It’s a fact: the current state of the sector is making it difficult for charities to operate effectively, and some are closing. Often when this happens—as with the recent case of the 4Children—other charities step in to pick up services that will no longer be delivered by sinking charities. Which begs the question: why wait until the eleventh hour to join forces?
Mergers are an opportunity, not a last resort
It’s common that charities only consider a merger when they’re in financial trouble, but for a healthy merger this is far too late.
Charities that are about to go under are not attractive partners. And mergers that do materialise at this point can never be a coming together of equals, often meaning a missed opportunity for success. This lack of consolidation is bad news for the sector and for the people who need the charities that support them to be at their strongest.
The sector needs to see mergers as an opportunity—not a last resort or a sign of defeat. The possibility of merging should form part of a charity’s regular strategic review, instead of being treated as taboo. Because mergers offer valuable benefits, and are in many cases a no-brainer.
A problem shared
In my previous work as a grants manager I found it excruciating—and not uncommon—to see services being duplicated by very similar applicants competing for the same funds.
Consolidation exploits the economies of scale, making savings in staff, functions and space. This outweighs the upfront costs which, though daunting, are only short term.
There are also many ways to approach a merger. Rehabilitation for Addicted Prisoners Trust and Blue Sky joined up their services but decided to remain separate legal entities. What is clear is that too few mergers are taking place and maintaining the status quo can be very wasteful.

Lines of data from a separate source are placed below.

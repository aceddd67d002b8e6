import type { GridWindow } from '../../../shared/science/grid'
import type { FlagCells } from '../flags'
import { ancillaryNames, filledMeanings, flagBlock, flagMeanings, saysGapFilled } from './cf-flags'
import { lookUp } from './cf-roles'
import { blockOf, find, type PlacedVariable, upright } from './placed-variable'
import type { RawNetcdf } from './raw-netcdf'
import { checkWindow } from './window'

/** Gives each variable the flags that its ancillary_variables name, or the only flag variable on its grid. */
export function attachFlags(file: RawNetcdf, placed: PlacedVariable[], warnings: string[]): void {
  const flagged = placed.flatMap((candidate) => {
    const { meanings, problem } = flagMeanings(candidate.raw)
    if (problem) warnings.push(problem)
    return meanings ? [{ candidate, flags: { variable: candidate.raw.name, meanings } }] : []
  })
  for (const { raw, variable } of placed) {
    if (flagged.some(({ candidate }) => candidate.raw === raw)) continue
    const fitting = flagged.filter(
      ({ candidate: { variable: other, stepAxis } }) =>
        other.grid === variable.grid && (stepAxis === null || other.times.length === variable.times.length),
    )
    const named = new Set(ancillaryNames(raw).map((name) => lookUp(file, raw, name)?.name))
    const own = fitting.filter(({ flags }) => named.has(flags.variable))
    const chosen = own[0] ?? (fitting.length === 1 ? fitting[0] : undefined)
    if (chosen) variable.flags = chosen.flags
    const filled = (own.length ? own : fitting)
      .map(({ flags }) => ({ variable: flags.variable, meanings: filledMeanings(flags.meanings) }))
      .find(({ meanings }) => meanings.length > 0)
    if (filled) variable.gapFilled = filled
    else if (saysGapFilled(file, raw)) variable.gapFilled = { variable: null, meanings: [] }
  }
}

/** The flags of a window, from one of the variables that `attachFlags` named. */
export function readFlags(
  file: RawNetcdf,
  placed: PlacedVariable[],
  { variable }: PlacedVariable,
  step: number,
  window: GridWindow,
  flagVariable = variable.flags?.variable,
): FlagCells {
  const known = flagVariable !== undefined && [variable.flags?.variable, variable.gapFilled?.variable].includes(flagVariable)
  if (!known) throw new RangeError(`${variable.name} has no flags ${flagVariable ?? ''}`)
  const flags = find(placed, flagVariable)
  checkWindow(variable, step, window)
  const { start, count } = blockOf(flags, step, window)
  const { raw, high, missing } = flagBlock(file, flags.raw, start, count)
  return {
    raw: upright(flags, raw, window),
    high: high && upright(flags, high, window),
    missing: missing && upright(flags, missing, window),
  }
}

Joining forces can add real value
Not all mergers are motivated purely by financial reasons. One recommendation from NPC’s 2009 report on mergers highlighted the benefits that could arise if Breast Cancer Campaign and Breakthrough Breast Cancer were to merge.
This actually became a reality last year. As Breast Cancer Now—the UK’s largest breast cancer charity—they aim to use their combined strength to make greater progress in research, and to give breast cancer patients a more powerful voice than they could ever have done separately.
An insider’s view
Up until recently I worked at one of the four charities that came together to form the Masonic Charitable Foundation, a merger that took place in April. These charities were not facing any funding problems. But they recognised that they all broadly shared the same mission and beneficiary pool, had similar fundraising processes and were already working closely together. It just made sense.
My direct experience of a merger showed me it can be a complex and unnerving process with many challenges, costs and fears that are not always apparent at first. But over all it was motivating and energising. It gave staff the chance to access new resources, learn from different perspectives, and rethink solutions to make services more efficient and effective for their beneficiaries. I feel up-skilled by the experience.
Mergers offer charities a real chance of survival when things get tough. But much more than that, mergers—when initiated from a position of strength—can also add considerable value to the work that charities do.